By Dr. George Jacob
Kochi: If there is one group of professionals who are being taken for a ride, exploited, verbally abused in the workplace, made a doormat, and thoroughly underpaid in Kerala, it is the nurses.
This is, thanks to the adamant attitude of 1,280 private hospitals that dot the nook and corner of the state with their ravenous quench for profit. This has come to remain an integral part of the huge price that healthcare in Kerala, corrupted by over-corporatization of healthcare has been called to pay.
What is so special about Kerala, with regard to nurses?
Malayalee nurses have been traditionally known for their professionalism, knowledge, commitment and dedication that their service was sought after in the other Indian states and abroad too. But, the glitter started to fade the minute ‘nurses’ began to qualify from nursing ‘colleges’ attached to those numerous hospitals of suspicious credentials located in the neighboring states of Karnataka, Andhra Pradesh and Tamil Nadu that have sprouted like mushroom after summer rain.
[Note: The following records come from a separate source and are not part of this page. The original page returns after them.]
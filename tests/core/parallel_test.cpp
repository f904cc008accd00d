#include "core/parallel.hpp"

#include <string>
#include <vector>

#include <doctest/doctest.h>

#include "core/error.hpp"

using namespace irrepwise;

TEST_CASE("every task runs once, on any number of threads") {
  for (const int threads : {1, 2, 5}) {
    std::vector<int> runs(100, 0);
    int last = 0;
    run_parallel(
        100, threads, [&](int i) { ++runs[static_cast<std::size_t>(i)]; },
        [&](int done) { last = done; });
    CHECK(runs == std::vector<int>(100, 1));
    CHECK(last == 100);
  }
  run_parallel(0, 2, [](int) { throw Error("there is no task"); });
}

TEST_CASE("of several failures that of the smallest index is thrown") {
  for (const int threads : {1, 2, 4}) {
    CHECK_THROWS_WITH_AS(run_parallel(50, threads,
                                      [](int i) {
                                        if (i >= 7) throw Error("task " + std::to_string(i));
                                      }),
                         "task 7", Error);
  }
}
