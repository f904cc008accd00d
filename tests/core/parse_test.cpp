#include "core/parse.hpp"

#include <string>

#include <doctest/doctest.h>

using namespace irrepwise;

TEST_CASE("numbers are read whole or not at all") {
  CHECK(parse_number("1") == 1.0);
  CHECK(parse_number("+.5") == 0.5);
  CHECK(parse_number("-1.25e-2") == -0.0125);
  CHECK(parse_number("1.25D-2") == 0.0125);
  for (const char* bad : {"", "+", "-", "1 ", " 1", "1,5", "1.0.0", "0x10", "nan", "inf", "1e999",
                          "1e", "d5", "+-1", "++1", "1_0"}) {
    CAPTURE(bad);
    CHECK_FALSE(parse_number(bad).has_value());
  }
}

TEST_CASE("whole numbers are read whole, within the range of int") {
  CHECK(parse_whole_number("+2") == 2);
  CHECK(parse_whole_number("-2147483648") == -2147483648);
  for (const char* bad : {"", "+", "2.0", "2147483648", "1e2", "--1", "+-1", "2 "}) {
    CAPTURE(bad);
    CHECK_FALSE(parse_whole_number(bad).has_value());
  }
}

TEST_CASE("quoted text is one short printable line of UTF-8") {
  CHECK(quoted("Pt") == "'Pt'");
  CHECK(quoted("Å") == "'Å'");
  CHECK(quoted("a\tb\n\x7f") == "'a\\x09b\\x0a\\x7f'");
  CHECK(quoted("\xC3") == "'\\xc3'");
  CHECK(quoted("\xFF\xC3\x28") == "'\\xff\\xc3('");
  CHECK(quoted(std::string(60, 'x')) == "'" + std::string(40, 'x') + "…'");
}
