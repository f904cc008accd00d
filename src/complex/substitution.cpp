// Variants of a complex: another ligand, metal or distance in place of the one there.
#include <algorithm>
#include <cstddef>

#include <fmt/format.h>

#include "complex/spec.hpp"
#include "core/error.hpp"

namespace irrepwise {
namespace {

bool meets(const std::vector<int>& a, const std::vector<int>& b) {
  return std::any_of(a.begin(), a.end(),
                     [&](int vertex) { return std::find(b.begin(), b.end(), vertex) != b.end(); });
}

}  // namespace

ComplexSpec substituted(const ComplexSpec& complex, const Substitution& change) {
  const int centre = change.centre;
  if (centre < 0 || centre >= static_cast<int>(complex.centres.size())) {
    throw Error(
        fmt::format("there is no centre {}, expected 1 to {}", centre + 1, complex.centres.size()));
  }
  ComplexSpec variant = complex;
  CentreSpec& spec = variant.centres[static_cast<std::size_t>(centre)];
  // A charge given for the whole becomes an oxidation state, which the variants keep: their charge
  // follows from their own ligands.
  std::vector<int> taken;
  for (const BridgeRequest& bridge : complex.bridges) {
    taken.push_back(bridge.vertices[static_cast<std::size_t>(centre)]);
  }
  const std::vector<SeatedLigand> seated = seat_ligands(spec, taken, complex.library);
  if (!change.place.empty()) spec.place = change.place;
  if (change.metal) spec.atomic_number = *change.metal;
  if (change.polyhedron) spec.polyhedron = *change.polyhedron;
  if (variant.charge && complex.centres.size() == 1 && !change.oxidation) {
    int ligands = 0;
    for (const SeatedLigand& one : seated) ligands += one.ligand->charge;
    spec.oxidation = *variant.charge - ligands;
    spec.oxidation_place = variant.charge_place;
  }
  variant.charge.reset();
  if (change.oxidation) spec.oxidation = change.oxidation;
  std::vector<LigandRequest> requests;
  for (const SeatedLigand& one : seated) {
    const bool leaves = std::any_of(change.ligands.begin(), change.ligands.end(),
                                    [&](const LigandRequest& request) {
                                      return meets(request.vertices, one.request.vertices);
                                    });
    if (!leaves) requests.push_back(one.request);
  }
  for (const LigandRequest& request : change.ligands) {
    if (request.vertices.empty()) {
      throw error_at(request.place.empty() ? request.ligand : request.place,
                     Error("name the vertices that this ligand takes over"));
    }
    requests.push_back(request);
  }
  for (const auto& [vertex, distance] : change.distances_angstrom) {
    const auto held = std::find_if(requests.begin(), requests.end(), [&](const auto& request) {
      return meets(request.vertices, {vertex});
    });
    if (held == requests.end()) {
      throw Error(fmt::format("no ligand is on vertex {}, whose distance is to change", vertex));
    }
    held->distance_angstrom = distance;
  }
  spec.ligands = std::move(requests);
  return variant;
}

}  // namespace irrepwise
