#include "complex/conformation.hpp"

#include <algorithm>
#include <cmath>
#include <cstddef>
#include <numbers>
#include <optional>
#include <utility>

#include <Eigen/Geometry>

#include <fmt/format.h>

#include "complex/clash.hpp"
#include "complex/skeleton.hpp"
#include "core/error.hpp"
#include "symmetry/operation.hpp"

namespace irrepwise {
namespace {

constexpr double twist_step = 15.0 * std::numbers::pi / 180.0;
constexpr int n_twists = 24;
constexpr double wide_enough = 1.3;  // contacts beyond this are all as good

// The poses that a ligand may take by itself, those of the request first.
std::vector<Pose> own_poses(const Site& site) {
  if (!site.any_twist) return site.candidates;
  std::vector<Pose> poses;
  for (int step = 0; step < n_twists; ++step) {
    for (const Pose& candidate : site.candidates) {
      poses.push_back({axes_along(site.along, twist_step * step), candidate.mirrored});
    }
  }
  return poses;
}

Pose image_of(const Pose& pose, const Eigen::Matrix3d& matrix) {
  const Eigen::Vector3d x = matrix * pose.axes.col(0);
  const Eigen::Vector3d z = matrix * pose.axes.col(2);
  Eigen::Matrix3d axes;
  axes << x, z.cross(x), z;
  return {axes, pose.mirrored != (determinant_sign(matrix) < 0)};
}

bool looks_the_same(const Site& site, const Pose& a, const Pose& b) {
  const Eigen::Vector3d centre = Eigen::Vector3d::Zero();
  return same_atoms(site.body.atoms, posed(site.body.atoms, a, centre),
                    posed(site.body.atoms, b, centre));
}

bool allowed(const Site& site, const Pose& pose) {
  if (site.any_twist && (site.candidates.size() > 1 || !site.body.has_hand)) return true;
  if (site.any_twist) return pose.mirrored == site.candidates.front().mirrored;
  return std::any_of(site.candidates.begin(), site.candidates.end(),
                     [&](const Pose& own) { return looks_the_same(site, own, pose); });
}

// Poses of all sites of one orbit; the others keep what they have.
using OrbitPoses = std::vector<std::pair<int, Pose>>;

// The images of one pose under a subgroup, or nothing where an operation does not fit the ligand.
std::optional<OrbitPoses> images_of(const Assembly& assembly, const SkeletonGroup& group,
                                    const std::vector<int>& subgroup, int first, const Pose& pose) {
  std::vector<std::optional<Pose>> reached(assembly.sites.size());
  reached[static_cast<std::size_t>(first)] = pose;
  for (const int g : subgroup) {
    const auto target = static_cast<std::size_t>(
        group.images[static_cast<std::size_t>(g)][static_cast<std::size_t>(first)]);
    const Site& site = assembly.sites[target];
    const Pose image = image_of(pose, group.matrices[static_cast<std::size_t>(g)]);
    if (reached[target]) {
      if (!looks_the_same(site, *reached[target], image)) return {};
    } else if (!allowed(site, image)) {
      return {};
    } else {
      reached[target] = image;
    }
  }
  OrbitPoses poses;
  for (std::size_t i = 0; i < reached.size(); ++i) {
    if (reached[i]) poses.emplace_back(static_cast<int>(i), *reached[i]);
  }
  return poses;
}

// For each set of equivalent ligands all ways to stand; nothing where one set has none.
std::optional<std::vector<std::vector<OrbitPoses>>> choices(const Assembly& assembly,
                                                            const SkeletonGroup& group,
                                                            const std::vector<int>& subgroup) {
  std::vector<std::vector<OrbitPoses>> all;
  std::vector<bool> done(assembly.sites.size(), false);
  for (std::size_t i = 0; i < assembly.sites.size(); ++i) {
    if (done[i]) continue;
    std::vector<int> orbit;
    for (const int g : subgroup) {
      const int image = group.images[static_cast<std::size_t>(g)][i];
      if (!done[static_cast<std::size_t>(image)]) orbit.push_back(image);
      done[static_cast<std::size_t>(image)] = true;
    }
    // One whose twist was requested must be the model for the others.
    const auto fixed = std::find_if(orbit.begin(), orbit.end(), [&](int site) {
      return !assembly.sites[static_cast<std::size_t>(site)].any_twist;
    });
    const int model = fixed == orbit.end() ? static_cast<int>(i) : *fixed;
    std::vector<OrbitPoses> ways;
    for (const Pose& pose : own_poses(assembly.sites[static_cast<std::size_t>(model)])) {
      std::optional<OrbitPoses> way = images_of(assembly, group, subgroup, model, pose);
      if (way) ways.push_back(std::move(*way));
    }
    if (ways.empty()) return {};
    all.push_back(std::move(ways));
  }
  return all;
}

void put(const OrbitPoses& way, std::vector<Pose>& poses) {
  for (const auto& [site, pose] : way) poses[static_cast<std::size_t>(site)] = pose;
}

struct Conformation {
  std::vector<Pose> poses;
  Contact contact;
};

double merit(const Contact& contact) { return std::min(contact.relative, wide_enough); }

// One set after the other takes the way with the widest contacts, twice over.
Conformation widest(const Assembly& assembly, const std::vector<int>& metals,
                    const std::vector<std::vector<OrbitPoses>>& sets) {
  Conformation best;
  best.poses.resize(assembly.sites.size());
  for (const std::vector<OrbitPoses>& ways : sets) put(ways.front(), best.poses);
  best.contact = nearest_contact(assembly, metals, best.poses);
  for (int sweep = 0; sweep < 2; ++sweep) {
    for (const std::vector<OrbitPoses>& ways : sets) {
      if (merit(best.contact) >= wide_enough) return best;
      for (const OrbitPoses& way : ways) {
        std::vector<Pose> poses = best.poses;
        put(way, poses);
        const Contact contact = nearest_contact(assembly, metals, poses);
        if (merit(contact) > merit(best.contact) + 1e-6) best = {std::move(poses), contact};
      }
    }
  }
  return best;
}

// Turns two ligands at once, each two of them, as gears that cannot pass one by one. Symmetry is
// lost on the way, so this is for complexes that would not fit otherwise.
void turn_in_pairs(const Assembly& assembly, const std::vector<int>& metals, Conformation& best) {
  constexpr int most_rounds = 4;
  const std::size_t n = assembly.sites.size();
  std::vector<std::vector<Pose>> own;
  for (const Site& site : assembly.sites) own.push_back(own_poses(site));
  for (int round = 0; round < most_rounds && best.contact.relative < 1.0; ++round) {
    const double before = best.contact.crowding;
    for (std::size_t i = 0; i < n * n && best.contact.relative < 1.0; ++i) {
      const std::size_t a = i / n, b = i % n;
      if (a >= b) continue;
      std::vector<Pose> poses = best.poses;
      for (const Pose& one : own[a]) {
        for (const Pose& other : own[b]) {
          poses[a] = one;
          poses[b] = other;
          const Contact contact = nearest_contact(assembly, metals, poses);
          if (contact.crowding < best.contact.crowding - 1e-6) best = {poses, contact};
        }
      }
    }
    if (best.contact.crowding > before - 1e-6) return;
  }
}

// A ring on one vertex of a polyhedron made for small ligands takes the room of several.
std::string covering_words(const Assembly& assembly, const Contact& contact) {
  for (const Site& site : assembly.sites) {
    if (site.words != contact.first && site.words != contact.second) continue;
    if (site.seated.binding->hapticity() < 3 || site.seated.request.vertices.size() > 1) continue;
    const std::string& name = site.seated.ligand->name;
    return fmt::format(", or let {} cover several vertices", name);
  }
  return {};
}

Error clash_error(const Assembly& assembly, const Contact& contact) {
  return Error(fmt::format(
      "{} and {} clash: atoms come as near as {:.2f} Å, expected {:.2f} Å or more, in every "
      "conformation tried; give longer distances, a twist, other vertices or smaller ligands{}",
      contact.first, contact.second, contact.distance_angstrom, contact.limit_angstrom,
      covering_words(assembly, contact)));
}

}  // namespace

std::vector<Pose> most_symmetric_poses(const Assembly& assembly, const std::vector<int>& metals) {
  std::vector<Pose> fixed;
  bool is_free = false;
  for (const Site& site : assembly.sites) {
    fixed.push_back(site.candidates.front());
    is_free = is_free || site.any_twist || site.candidates.size() > 1;
  }
  Conformation best{fixed, nearest_contact(assembly, metals, fixed)};
  if (!is_free) {
    if (best.contact.relative < 1.0) throw clash_error(assembly, best.contact);
    return fixed;
  }
  const SkeletonGroup group = skeleton_group(assembly, metals);
  std::size_t order = 0;  // of the largest subgroup that worked
  for (const std::vector<int>& subgroup : subgroups_largest_first(group)) {
    if (order > subgroup.size()) break;
    const auto sets = choices(assembly, group, subgroup);
    if (!sets) continue;
    Conformation found = widest(assembly, metals, *sets);
    const bool works = found.contact.relative >= 1.0;
    if (works && order == 0) {
      order = subgroup.size();
      best = std::move(found);
    } else if (merit(found.contact) > merit(best.contact) + 1e-6) {
      best = std::move(found);
    }
  }
  if (best.contact.relative < 1.0) turn_in_pairs(assembly, metals, best);
  if (best.contact.relative < 1.0) throw clash_error(assembly, best.contact);
  return best.poses;
}

}  // namespace irrepwise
Admission to these ‘factories of nurses,’ and even doctors are offered almost solely on the basis of money power, calling themselves ‘self financing institutions,’ the likes of which have established themselves in Kerala too, adding to the decimation of the much-acclaimed healthcare dispensation Kerala is known for.
There are now umpteen numbers of so-called ‘nurses’ who have completed their courses without tending to a single patient during their course. There are many who qualify as nurses sitting in their homes, far distant from the ‘colleges’ they’re supposed to be studying nursing.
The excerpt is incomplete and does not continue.